Catching up with ‘Being Erica’ (TV review)

The great thing about the TV conveniences of the 21st century (Hulu, DVRs and DVDs) is that not only can you watch shows outside of their timeslot, but also you can watch them completely out of season.

For whatever reason, I spaced on the first two seasons of the Canadian-produced “Being Erica,”which ran in the spring of ’09 and ’10 on SoapNet, but I am now catching up on Hulu after a friend — knowing my TV tastes — told me I would like the show.

Actually, I kind of love “Being Erica.”

At first glance, it’s another one of those shows about a self-aware, self-centered modern woman who just can’t quite get it together. A woman who in the real world would be a great catch for any guy but in TV land can’t catch a break. A woman whose relationships don’t quite click, her job doesn’t quite click, and her quirks and habits put her just outside the mainstream of the human rat race.

At second glance, “Being Erica” isn’t that show, at least not exactly. As the series begins, 32-year-old Toronto native Erica Strange (played by the understatedly adorable Erin Karpluk, who also plays Cate’s assistant/best friend on “Life Unexpected”) fits the aforementioned stereotypes, but soon she lands a good job and a good boyfriend, and — here’s a remarkable achievement — her successes make the series more compelling, not less so.

Erica is not self-pitying; she takes all of her struggles in stride. But she’s also a real person. In her job as an assistant with a book publisher, she gets ripped into by her 27-year-old boss and cries in a bathroom stall. Then she tells herself, “Erica, you’re older than her,” and in the next scene she stands up for herself.

“Being Erica” isn’t about wallowing, despite its premise: Erica’s psychiatrist, Dr. Tom, sends Erica back to relive pivotal moments of her life (she feels a rush of cold air and gets swept into the past). Erica always takes the opportunity to do things differently: Rather than picking sides between her mom and dad, she plays mediator. She avoids an embarrassing situation at prom. She sticks around at her bat mitzvah rather than skipping out.

When she comes back to Dr. Tom’s office (which magically appears as Erica enters any doorway), she realizes that by doing things differently, it didn’t change anything in the present. Things were going to happen as they happened no matter what she did: Her parents got divorced anyway. She got into a different embarrassing situation at prom. Her bat mitzvah was happier the second time around, sure, but it didn’t knock the Earth onto a new axis.

In addition to learning Dr. Tom’s first lesson (Stop worrying about what other people think about you), Erica picks up ideas from her time warp that she then uses to tackle her present-day issues.

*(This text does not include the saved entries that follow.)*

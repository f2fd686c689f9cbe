//! The flags of one interval: what was unusual about its data, its balance or the monitor's
//! view of it. They travel as a closed set ([`Flag`]) and are written to the soft tags'
//! `flags` column as short codes (`stale:TI-2050`, `range_cp_liq:water`, `unsteady`).

use crate::core::assembly::TagStatus;
use crate::core::spec::UnitSpec;
use crate::thermo;

/// One flag on one interval. Tags and feeds are named by their index in the unit's tables.
#[derive(Debug, Clone, PartialEq)]
pub enum Flag {
    /// A sample of the tag had uncertain quality (`uncertain:TAG`).
    Uncertain(usize),
    /// Samples of the tag were outside its valid range (`range:TAG`).
    OutOfRange(usize),
    /// The tag had no usable value (`stale:TAG`, `missing:TAG`, `bad:TAG`).
    Unusable(usize, TagStatus),
    /// A feed's analyzer fractions did not sum to 1 (`composition_sum:FEED`).
    CompositionSum(usize),
    /// A pressure is mapped but had no usable value (`no_pressure`).
    NoPressure,
    /// The balance could not be solved (`solver_failed`).
    SolverFailed,
    /// No prediction this interval (`not_computed`).
    NotComputed,
    /// The conversion that reproduces the measured temperature could not be found
    /// (`apparent_conversion_unavailable`).
    ApparentConversionUnavailable,
    /// A validity flag of the balance, with the balance's own code (`range_cp_liq:water`,
    /// `two_phase_risk`, ...).
    Model(thermo::Flag),
    /// The feed is below the monitor's minimum: the unit is down (`unit_down`).
    UnitDown,
    /// The inputs are moving: statistics are frozen (`unsteady`).
    Unsteady,
    /// The residual is far outside its baseline while unsteady (`gross_residual`).
    GrossResidual,
    /// The effluent thermometer shows a spike (`spike:TAG`).
    Spike(usize),
    /// The prediction is too uncertain for statistical alerts (`uncertain_inputs`).
    UncertainInputs,
}

/// The names flags are written with, built once per unit.
#[derive(Debug, Clone, Default)]
pub struct FlagNames {
    tags: Vec<String>,
    feeds: Vec<String>,
}

impl FlagNames {
    /// The tag and feed names of a unit (feed names with `_` for spaces).
    pub fn new(spec: &UnitSpec) -> FlagNames {
        FlagNames {
            tags: spec.tags.iter().map(|t| t.name.clone()).collect(),
            feeds: spec.feeds.iter().map(|f| f.name.replace(' ', "_")).collect(),
        }
    }

    fn tag(&self, i: usize) -> &str {
        self.tags.get(i).map_or("?", String::as_str)
    }
}

impl Flag {
    /// Append the flag's code to `out`.
    pub fn write_code(&self, out: &mut String, names: &FlagNames) {
        let (word, tag) = match self {
            Flag::Uncertain(i) => ("uncertain", *i),
            Flag::OutOfRange(i) => ("range", *i),
            Flag::Unusable(i, status) => (status.as_str(), *i),
            Flag::Spike(i) => ("spike", *i),
            Flag::CompositionSum(j) => {
                out.push_str("composition_sum:");
                out.push_str(names.feeds.get(*j).map_or("?", String::as_str));
                return;
            }
            Flag::Model(f) => {
                out.push_str(&f.code());
                return;
            }
            other => {
                out.push_str(other.word());
                return;
            }
        };
        out.push_str(word);
        out.push(':');
        out.push_str(names.tag(tag));
    }

    /// The code of a flag that names nothing.
    fn word(&self) -> &'static str {
        match self {
            Flag::NoPressure => "no_pressure",
            Flag::SolverFailed => "solver_failed",
            Flag::NotComputed => "not_computed",
            Flag::ApparentConversionUnavailable => "apparent_conversion_unavailable",
            Flag::UnitDown => "unit_down",
            Flag::Unsteady => "unsteady",
            Flag::GrossResidual => "gross_residual",
            Flag::UncertainInputs => "uncertain_inputs",
            Flag::Uncertain(_)
            | Flag::OutOfRange(_)
            | Flag::Unusable(..)
            | Flag::CompositionSum(_)
            | Flag::Model(_)
            | Flag::Spike(_) => "",
        }
    }

    /// Whether two flags are written with the same code (balance flags of two reactions, for
    /// one, share theirs).
    pub fn same_code(&self, other: &Flag) -> bool {
        match (self, other) {
            (Flag::Model(a), Flag::Model(b)) => a.code() == b.code(),
            (a, b) => a == b,
        }
    }
}

/// Write flags as the soft tags' `flags` cell: codes joined by `;`.
pub fn write_codes(out: &mut String, flags: &[Flag], names: &FlagNames) {
    for (i, f) in flags.iter().enumerate() {
        if i > 0 {
            out.push(';');
        }
        f.write_code(out, names);
    }
}

#[cfg(test)]
mod tests {
    use super::*;

    fn names() -> FlagNames {
        FlagNames { tags: vec!["TI-2050".into(), "FI-2011".into()], feeds: vec!["ester_recycle".into()] }
    }

    fn codes(flags: &[Flag]) -> String {
        let mut s = String::new();
        write_codes(&mut s, flags, &names());
        s
    }

    #[test]
    fn codes_name_their_tag_or_feed() {
        let flags = [
            Flag::Uncertain(1),
            Flag::OutOfRange(0),
            Flag::Unusable(1, TagStatus::Stale),
            Flag::Unusable(0, TagStatus::Bad),
            Flag::CompositionSum(0),
            Flag::Spike(0),
            Flag::NotComputed,
            Flag::Unsteady,
        ];
        assert_eq!(
            codes(&flags),
            "uncertain:FI-2011;range:TI-2050;stale:FI-2011;bad:TI-2050;composition_sum:ester_recycle;spike:TI-2050;not_computed;unsteady"
        );
        assert_eq!(codes(&[]), "");
    }

    #[test]
    fn balance_flags_keep_their_own_code() {
        let a = Flag::Model(thermo::Flag::ConversionOutOfRange { reaction: 0, value: 1.2 });
        let b = Flag::Model(thermo::Flag::ConversionOutOfRange { reaction: 1, value: -0.1 });
        assert_eq!(codes(std::slice::from_ref(&a)), "conversion_out_of_range");
        assert!(a.same_code(&b) && a != b, "two reactions, one code");
        assert!(!Flag::Unusable(0, TagStatus::Stale).same_code(&Flag::Unusable(0, TagStatus::Missing)));
    }
}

“Being Erica’s” framework is similar to “Quantum Leap,” “Early Edition” and “Side Order of Life,” but those shows’ plots were about different people every week; we only came back to the main character for the broad arc. But in “Being Erica,” it’s all about Erica’s arc, so I feel more invested in it. It would be a turn-off if Erica had a big ego, but like I said, she doesn’t. The show works because Erica is nice, calm and humble (and because Karpluk portrays all of this so well), and I don’t mind getting into her head.

(That’s not to say “Being Erica” is all about the title character. Her family, friends and co-workers are all finely drawn, and in Season 2, we learn more about the quote-happy Dr. Tom.)

“Degrassi” fans should check out “Being Erica” because veterans from that teen show are constantly popping up (Jane from “Degrassi,” the age-versatile Paula Brancati, plays Erica’s best friend, Jenny). “Being Erica” also reminds me a bit of “Once and Again” because of the light music cues that signal the changing of a scene. Intentional or coincidental, that music makes me associate “Being Erica” with my favorite show of all time.

“Being Erica” might not be at that level yet, but it’s certainly my favorite show of right now, and — as Dr. Tom has taught Erica and me — right now is what really matters.